In chapter 14 Universal Life, section 14.1.5 Cost of Insurance Charges, the Cost of Insurance (TC) for a Death Benefit Option 1 (Level) is given as…
TC = NAR * TCM / (1-TCM)
(where all of those are properly subscripted with [x]+t)
TCM is the COI for \$1 of insurance.

For DBO 2 it’s TC = NAR * TCM.

I worked with UL in a previous job & I never remember the COI for the Level DB to be calculated like that. It would be the same as for DBO 2, the only difference is how the NAR is calculated.

What do I not understand? Conceptually, why would one divide by (1-TCM)?

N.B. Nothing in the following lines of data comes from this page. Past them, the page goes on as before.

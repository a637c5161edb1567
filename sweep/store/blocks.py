"""Writing and reading a store's data: task blocks, their checksums and the completion record.

``sweep.store.layout`` creates the store and owns its metadata; this module holds what changes
while a sweep runs. Only the client (the lock's holder) writes ``done`` and ``checksums``; a
worker writes only the chunks its task owns (``write_block``).
"""

from __future__ import annotations

import os
from pathlib import Path
from typing import TYPE_CHECKING

import numpy as np
import zarr
from zarr.codecs import Crc32cCodec

from sweep.errors import StoreError
from sweep.store import durable
from sweep.store.chunks import remove_stale
from sweep.store.layout import (CHECKSUMS, DATA_ARRAYS, OBSERVABLES, DamagedDone, _WRITE_EMPTY, _array,
                                _checksums_array, _now, brief, consolidate)
from sweep.store.records import mark as _mark_recorded
from sweep.store.records import merge_sums as _merge_recorded_sums
from sweep.store.records import read_indices as _recorded_by_shards
from sweep.store.records import read_sums as _recorded_sums

if TYPE_CHECKING:
    from kernels.network import KernelResult


def write_block(path: str | Path, point: int, start: int, stop: int, result: KernelResult,
                store_id: str = "", observables: np.ndarray | None = None) -> tuple[int, ...]:
    """Write one task's replicates into the chunks it alone owns, durably. Runs on a worker.

    Each chunk goes to a temporary file that is fsynced and renamed into place, and its folder
    is fsynced (``sweep.store.chunks``), so the data survives a crash of the machine, not only of the
    process, before the client marks the task done. Every chunk is written, even one equal to
    the fill value (a task whose replicates all failed). With ``store_id`` (the store's
    ``attrs["store_id"]``) the worker keeps the store's array handles open between tasks.

    ``observables`` (replicates, times, observables), when the store has that array, is its
    fourth chunk (``sweep.model.observables.Readout.evaluate``).

    Returns the CRC-32C that ends each chunk file (0 for an array written before checksums were
    kept), in the order of ``data_arrays``, for the completion record to keep beside ``done``.

    Raises
    ------
    StoreError
        If a chunk's folder leads out of the store through a symlink, or the block is not one chunk.
    """
    from sweep.store.chunks import ChunkWriter

    root = Path(path)
    chunks = _chunks(result, observables)
    writer = ChunkWriter.of(root, store_id) if store_id else None
    if writer is None:
        return _write_block_with_zarr(root, point, start, stop, chunks)
    per_chunk = writer.arrays["status"].chunks[1]
    if start % per_chunk or stop - start > per_chunk:
        raise StoreError(f"{root}: replicates {start}:{stop} are not one chunk of {per_chunk}")
    block = start // per_chunk
    if (OBSERVABLES in writer.arrays) != (observables is not None):
        raise StoreError(f"{root}: the store {'has' if OBSERVABLES in writer.arrays else 'has no'} observables "
                         "array but the task computed " + ("none" if observables is None else "some"))
    return tuple(writer.write(name, point, block, values) for name, values in chunks.items())


def _chunks(result: KernelResult, observables: np.ndarray | None) -> dict[str, np.ndarray]:
    """A block's chunks by array name, in the order of the recorded checksums."""
    out = dict(zip(DATA_ARRAYS, (result.counts, result.status, result.events)))
    if observables is not None:
        out[OBSERVABLES] = observables
    return out


def _write_block_with_zarr(root: Path, point: int, start: int, stop: int, chunks: dict) -> tuple[int, ...]:
    """The same through zarr (a store whose codecs ``sweep.store.chunks`` does not write itself)."""
    g = zarr.open_group(root, mode="r+")
    sums = []
    for name, values in chunks.items():
        array = g[name].with_config(_WRITE_EMPTY)
        target = chunk_file(root, name, array, point, start)
        if not durable.inside(target.parent, root):
            raise StoreError(f"{root}: {target.parent.relative_to(root)} leads out of the store through a "
                             "symlink; refusing to write there")
        remove_stale(target)
        array[point, start:stop] = values
        _fsync_chunk(root, target)
        sums.append(trailing_checksum(target) if has_checksums(array) else 0)
    return tuple(sums)


def has_checksums(array: zarr.Array) -> bool:
    """True when every chunk of ``array`` ends in a CRC-32C (stores created since checksums were kept)."""
    return any(isinstance(c, Crc32cCodec) for c in array.metadata.codecs)


def trailing_checksum(file: Path) -> int:
    """The CRC-32C stored in a chunk file's last four bytes (little-endian, as zarr's codec writes it)."""
    with open(file, "rb") as f:
        f.seek(-4, os.SEEK_END)
        return int.from_bytes(f.read(4), "little")


def read_checksums(path: Path) -> np.ndarray | None:
    """The recorded checksums (points, blocks, 3) merged with the shards' records; None if the
    store keeps none (created before they were kept) or they are unreadable."""
    try:
        sums = zarr.open_array(path, path=CHECKSUMS, mode="r")[:]
    except Exception:
        return None
    return _merge_recorded_sums(sums, _recorded_sums(path))


def write_checksums(path: Path, sums: np.ndarray) -> None:
    """Replace the recorded checksums (the lock's holder only), creating the array if missing."""
    try:
        array = zarr.open_array(path, path=CHECKSUMS, mode="r+")
    except Exception:
        g = zarr.open_group(path, mode="r+", use_consolidated=False)
        if CHECKSUMS in g:
            del g[CHECKSUMS]
        array = _checksums_array(g, sums.shape[0], sums.shape[1], DATA_ARRAYS + (OBSERVABLES,) * (sums.shape[2] > 3))
    array.with_config(_WRITE_EMPTY)[:] = sums


def chunk_file(path: Path, name: str, array: zarr.Array, point: int, start: int) -> Path:
    """The file of the chunk holding replicate ``start`` of ``point`` in a data array."""
    coords = (point, start // array.chunks[1]) + (0,) * (array.ndim - 2)
    return path / name / array.metadata.encode_chunk_key(coords)


def _fsync_chunk(path: Path, target: Path) -> None:
    for node in (target, *target.parents):
        durable.fsync(node)
        if node == path:
            break


def remove_partials(path: Path) -> int:
    """Delete temporary files (``*.partial``) left by writers killed mid-write, where the client writes.

    zarr writes a chunk to ``<key>.<uuid>.partial`` and renames it; a SIGKILL between the two
    leaves the temporary file, which readers ignore but listings show. Here: the store's own
    files and the arrays only the client writes (``done``, ``checksums``, coordinates). A data
    chunk's leftovers belong to a task that never completed, and the writer that runs it again
    removes them (``sweep.store.chunks``), so a resume need not list every folder of the store.
    """
    removed = 0
    client_written = ("done", CHECKSUMS, "time", "species", "param", "params", "observable")
    folders = [path] + [path / name for name in client_written]
    for folder in folders:
        leftovers = folder.rglob("*.partial") if folder != path else folder.glob("*.partial")
        for leftover in leftovers:
            leftover.unlink(missing_ok=True)
            removed += 1
    return removed


def read_done(path: Path) -> np.ndarray:
    """The completion record, bool (points, blocks): ``done`` merged with the shards' records.

    The shards' records are read first: folding them writes ``done`` before it deletes
    them, so a record that vanished meanwhile is already in the ``done`` read after it.

    Raises
    ------
    DamagedDone
        If ``done`` is missing, fails its checksum or has the wrong shape.
    """
    recorded = _recorded_by_shards(path)
    return _mark_recorded(read_done_array(path), recorded)


def read_done_array(path: Path) -> np.ndarray:
    """``done`` alone (without the shards' records), checked against the data arrays' shape."""
    try:
        done = zarr.open_array(path, path="done", mode="r")[:]
        status = zarr.open_array(path, path="status", mode="r")
        blocks = -(-status.shape[1] // status.chunks[1])
    except Exception as exc:  # a missing array, a damaged zarr.json or a chunk failing its checksum
        raise DamagedDone(f"{path / 'done'}: the completion record is damaged ({brief(exc)})") from exc
    if done.dtype != np.bool_ or done.shape != (status.shape[0], blocks):
        raise DamagedDone(f"{path / 'done'}: the completion record is damaged (shape {done.shape}, dtype "
                          f"{done.dtype}; expected {(status.shape[0], blocks)}, bool)")
    return done


def write_done(path: Path, done: np.ndarray) -> None:
    """Replace ``done`` (only the lock's holder calls this: a single writer; shards keep records)."""
    zarr.open_array(path, path="done", mode="r+").with_config(_WRITE_EMPTY)[:] = done


def recreate_done(path: Path, done: np.ndarray) -> None:
    """Write ``done`` as a new array (its old one is missing or damaged), durably."""
    g = zarr.open_group(path, mode="r+", use_consolidated=False)
    n_p, n_b = done.shape
    _array(g, "done", (n_p, n_b), (max(n_p, 1), max(n_b, 1)), "bool", False, ("point", "block"),
           {"write_empty_chunks": True}, overwrite=True)[:] = done
    durable.fsync_tree(path / "done")
    durable.fsync(path)


def record_failures(path: Path, failed: list[dict], done: np.ndarray) -> None:
    """Keep the failed tasks (point, block, error) in the attributes.

    This run's failures replace earlier ones of the same task; earlier failures of tasks
    that are still not done (e.g. not reached before an interruption) are kept.
    """
    g = zarr.open_group(path, mode="r+", use_consolidated=False)
    fresh = {(f["point"], f["block"]) for f in failed}
    kept = [f for f in g.attrs.get("failed_tasks", [])
            if (f["point"], f["block"]) not in fresh and not done[f["point"], f["block"]]]
    g.attrs["failed_tasks"] = sorted(kept + failed, key=lambda f: (f["point"], f["block"]))


def set_attributes(path: Path, **attrs) -> None:
    """Set (or, with None, remove) root attributes, then consolidate; the lock's holder only."""
    g = zarr.open_group(path, mode="r+", use_consolidated=False)
    merged = {**g.attrs.asdict(), **attrs}
    g.attrs.put({k: v for k, v in merged.items() if v is not None})  # one write of zarr.json
    consolidate(path)


def finish_run(path: Path, **attrs) -> None:
    """Record run attributes (e.g. when it last ran), then consolidate metadata last.

    Consolidating after the attribute write matters: a handle opened before consolidation
    would rewrite the root metadata without the consolidated block.
    """
    g = zarr.open_group(path, mode="r+", use_consolidated=False)
    g.attrs.update({"last_run": _now(), **attrs})
    consolidate(path)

…and another thing…the sample policy in this book matures at age 120. Has that recently changed? I thought it was allowed to be b/t 95 & 100.

Maturity between ages 95 and 100 is a 7702/7702A concept.

The COI calculation works out this way if you convert from a Fackler formula to a UL accumulation formula. I believe this is shown in the LIME book. Roughly speaking, there is the affect of survivorship in DB 1 and no survivorship impact in DB 2.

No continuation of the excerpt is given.